» **Material provided**

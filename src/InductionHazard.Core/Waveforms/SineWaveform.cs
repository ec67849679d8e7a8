using System;
using System.Collections.Generic;
using InductionHazard.Errors;
using InductionHazard.Quantities;

namespace InductionHazard.Waveforms;

/// <summary>
/// A steady sinusoid d(t) = A sin(2 pi f (t - start) + phi), A the peak value. The field is taken to have
/// reached periodic steady state (switch-on transients are not modelled); it runs for
/// <see cref="DurationSeconds"/> from the start, or indefinitely when no duration is given.
/// </summary>
public sealed class SineWaveform : FieldWaveform
{
    /// <summary>Creates the sinusoid.</summary>
    /// <exception cref="InvalidInputException">A value is not finite, the frequency, duration or start is out of range, or the start is too late to resolve a period.</exception>
    public SineWaveform(double amplitude, double frequencyHertz, double phaseRadians = 0, double? durationSeconds = null, double startSeconds = 0, DriveKind drive = DriveKind.Unspecified)
        : base(drive)
    {
        Require.NonNegative("Amplitude", amplitude);
        Require.Positive("Frequency", frequencyHertz);
        PhysicalRanges.Frequency.Check(frequencyHertz);
        Require.Finite("PhaseDegrees", phaseRadians);
        if (durationSeconds is { } d)
        {
            Require.Positive("Duration", d);
            PhysicalRanges.DriveDuration.Check(d);
        }

        DriveTiming.RequireResolvable(startSeconds, 1.0 / frequencyHertz, "Frequency");

        Amplitude = amplitude;
        FrequencyHertz = frequencyHertz;
        PhaseRadians = phaseRadians;
        DurationSeconds = durationSeconds;
        StartSeconds = startSeconds;
    }

    /// <inheritdoc />
    public override string Form => "Sine";

    /// <summary>The peak value A.</summary>
    public double Amplitude { get; }

    /// <summary>The rms value A / sqrt 2.</summary>
    public double RmsAmplitude => Amplitude / Math.Sqrt(2);

    /// <summary>The frequency f, Hz.</summary>
    public double FrequencyHertz { get; }

    /// <summary>The angular frequency 2 pi f, rad/s.</summary>
    public double AngularFrequency => 2 * Math.PI * FrequencyHertz;

    /// <summary>The phase at the start, rad.</summary>
    public double PhaseRadians { get; }

    /// <summary>
    /// The drive's phasor D = A e^(j(phi - omega S)), so that d(t) = Im(D e^(j omega t)) at every time: the one phase
    /// reference every term of a sinusoidal source shares (the engine's currents, the worst orientation, the field's
    /// peak and rms).
    /// </summary>
    public System.Numerics.Complex Phasor => System.Numerics.Complex.FromPolarCoordinates(Amplitude, PhaseRadians - (AngularFrequency * StartSeconds));

    /// <summary>How long the field runs, s; null when it runs indefinitely.</summary>
    public double? DurationSeconds { get; }

    /// <inheritdoc />
    public override double StartSeconds { get; }

    /// <inheritdoc />
    public override double EndSeconds => DurationSeconds is { } d ? StartSeconds + d : double.PositiveInfinity;

    /// <inheritdoc />
    public override bool IsPeriodic => true;

    /// <inheritdoc />
    public override double PeriodSeconds => 1.0 / FrequencyHertz;

    /// <inheritdoc />
    public override double PeakValue => Amplitude;

    /// <inheritdoc />
    public override double PeakRate => AngularFrequency * Amplitude;

    /// <inheritdoc />
    public override IReadOnlyList<double> Breakpoints =>
        DurationSeconds is null ? new[] { StartSeconds } : new[] { StartSeconds, EndSeconds };

    /// <inheritdoc />
    public override IReadOnlyList<TimeScale> TimeScales => new[] { new TimeScale("period", PeriodSeconds) };

    /// <inheritdoc />
    public override double SignificantFrequencyHertz => FrequencyHertz;

    /// <inheritdoc />
    public override double Value(double t) => Amplitude * Math.Sin((AngularFrequency * (t - StartSeconds)) + PhaseRadians);

    /// <inheritdoc />
    public override double Rate(double t) => AngularFrequency * Amplitude * Math.Cos((AngularFrequency * (t - StartSeconds)) + PhaseRadians);

    /// <inheritdoc />
    public override double MaxStepSeconds => PeriodSeconds / 200;

    /// <inheritdoc />
    public override FieldWaveform WithPhaseShift(double radians) =>
        new SineWaveform(Amplitude, FrequencyHertz, PhaseRadians + radians, DurationSeconds, StartSeconds, Drive);

    /// <inheritdoc />
    public override string Describe() =>
        "sine " + SiFormat.Format(Amplitude, DriveUnit) + " peak at " + SiFormat.Format(FrequencyHertz, "Hz")
        + (DurationSeconds is { } d ? " for " + SiFormat.Format(d, "s") : " (continuous)");
}
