using System;
using System.Collections.Generic;
using System.Linq;

namespace InductionHazard.Waveforms;

/// <summary>
/// Times at which to look at a set of drives to find their extremes: every breakpoint, and between breakpoints
/// steps no longer than each curved drive's <see cref="FieldWaveform.MaxStepSeconds"/> (the midpoints alone when
/// every drive is piecewise linear); two periods of a drive that runs on. Bounded in number, so a long capture is thinned rather than read point by point twice.
/// </summary>
public static class DriveSampling
{
    /// <summary>The most times returned before the uniform fill is thinned.</summary>
    public const int MaxTimes = 200_000;

    /// <summary>The sample times over the drives' active spans, sorted and distinct.</summary>
    public static double[] Times(IReadOnlyList<FieldWaveform> drives)
    {
        if (drives.Count == 0)
        {
            throw new ArgumentException("no drives to sample", nameof(drives));
        }

        var times = new List<double>();

        // The drives' earliest start, latest end and least step, by one loop (this runs for every transient assessment).
        double start = double.PositiveInfinity, end = double.NegativeInfinity, step = double.PositiveInfinity;
        for (int k = 0; k < drives.Count; k++)
        {
            FieldWaveform d = drives[k];
            start = Math.Min(start, d.StartSeconds);
            end = Math.Max(end, double.IsInfinity(d.EndSeconds) ? d.StartSeconds + Span(d) : d.EndSeconds);
            step = Math.Min(step, d.MaxStepSeconds);
        }

        foreach (FieldWaveform d in drives)
        {
            foreach (double b in d.Breakpoints)
            {
                if (b >= start && b <= end && times.Count < 4 * MaxTimes)
                {
                    times.Add(b);
                }
            }
        }

        double span = end - start;
        times.Add(start);
        times.Add(end);
        if (double.IsInfinity(step))
        {
            // Piecewise-linear drives: values are extreme at breakpoints and rates constant between them, so the
            // breakpoints and the midpoints between them are every time that matters.
            double[] corners = SortedDistinct(times);
            var all = new List<double>(2 * corners.Length);
            for (int k = 0; k < corners.Length; k++)
            {
                all.Add(corners[k]);
                if (k + 1 < corners.Length)
                {
                    all.Add(0.5 * (corners[k] + corners[k + 1]));
                }
            }

            return all.ToArray();
        }

        if (span / step > MaxTimes)
        {
            step = span / MaxTimes;
        }

        if (step > 0 && Quantities.Finite.Is(step))
        {
            for (double t = start; t < end; t += step)
            {
                times.Add(t);
            }
        }

        return SortedDistinct(times);
    }

    /// <summary>
    /// The values ascending, each once: what sorting and then Enumerable.Distinct give (NaN first, and once), by a
    /// loop over the sorted list in place of a hash set (this runs for every assessment).
    /// </summary>
    internal static double[] SortedDistinct(List<double> values)
    {
        values.Sort();
        int kept = 0;
        for (int i = 0; i < values.Count; i++)
        {
            if (kept == 0 || !values[i].Equals(values[kept - 1]))
            {
                values[kept++] = values[i];
            }
        }

        values.RemoveRange(kept, values.Count - kept);
        return values.ToArray();
    }

    /// <summary>How much of a drive that runs on is looked at: two periods, or its time scales.</summary>
    private static double Span(FieldWaveform d) =>
        d.IsPeriodic ? 2 * d.PeriodSeconds : Math.Max(d.TimeScales.Max(s => s.Seconds) * 10, 1e-6);
}
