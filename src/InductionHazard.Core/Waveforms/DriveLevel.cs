using System;
using InductionHazard.Quantities;

namespace InductionHazard.Waveforms;

/// <summary>A value of a drive with what it measures: 3 T, 40 kA, or a bare 2.</summary>
public readonly struct DriveLevel : IEquatable<DriveLevel>
{
    /// <summary>Creates the level.</summary>
    public DriveLevel(double value, DriveKind kind)
    {
        Value = value;
        Kind = kind;
    }

    /// <summary>The value in tesla, amperes, or unspecified units.</summary>
    public double Value { get; }

    /// <summary>What the value measures.</summary>
    public DriveKind Kind { get; }

    /// <summary>Equality of value and kind.</summary>
    public static bool operator ==(DriveLevel a, DriveLevel b) => a.Equals(b);

    /// <summary>Inequality of value or kind.</summary>
    public static bool operator !=(DriveLevel a, DriveLevel b) => !a.Equals(b);

    /// <summary>Reads a level: a flux density ('3 T', '150 G'), a current ('40 kA'), a bare number, or a level.</summary>
    /// <exception cref="Errors.QuantityFormatException">The value is neither.</exception>
    public static DriveLevel Parse(object? input)
    {
        if (input is DriveLevel level)
        {
            return level;
        }

        (double value, QuantityKind? kind) = QuantityParser.ParseOneOf(input, QuantityKind.MagneticFluxDensity, QuantityKind.ElectricCurrent);
        return new DriveLevel(value, kind switch
        {
            QuantityKind.MagneticFluxDensity => DriveKind.FluxDensity,
            QuantityKind.ElectricCurrent => DriveKind.Current,
            _ => DriveKind.Unspecified,
        });
    }

    /// <summary>The kind shared by two levels (a bare number takes the other's kind); null when they disagree.</summary>
    public static DriveKind? Common(DriveLevel a, DriveLevel b)
    {
        if (a.Kind == DriveKind.Unspecified)
        {
            return b.Kind;
        }

        return b.Kind == DriveKind.Unspecified || b.Kind == a.Kind ? a.Kind : null;
    }

    /// <inheritdoc />
    public bool Equals(DriveLevel other) => Value.Equals(other.Value) && Kind == other.Kind;

    /// <inheritdoc />
    public override bool Equals(object? obj) => obj is DriveLevel other && Equals(other);

    /// <inheritdoc />
    public override int GetHashCode() => (Value.GetHashCode() * 397) ^ (int)Kind;

    /// <summary>"3 T", "40 kA".</summary>
    public override string ToString() => SiFormat.Format(Value, Kind switch
    {
        DriveKind.FluxDensity => "T",
        DriveKind.Current => "A",
        _ => string.Empty,
    }).Trim();
}
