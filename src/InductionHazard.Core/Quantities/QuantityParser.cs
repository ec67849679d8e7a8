using System;
using System.Collections.Generic;
using System.Globalization;
using System.Linq;
using System.Text.RegularExpressions;
using InductionHazard.Errors;
using UnitsNet;

namespace InductionHazard.Quantities;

» **Task**
Collect from the data above every line that includes "IsInfinity".

» **Output of the task**
            end = Math.Max(end, double.IsInfinity(d.EndSeconds) ? d.StartSeconds + Span(d) : d.EndSeconds);
        if (double.IsInfinity(step))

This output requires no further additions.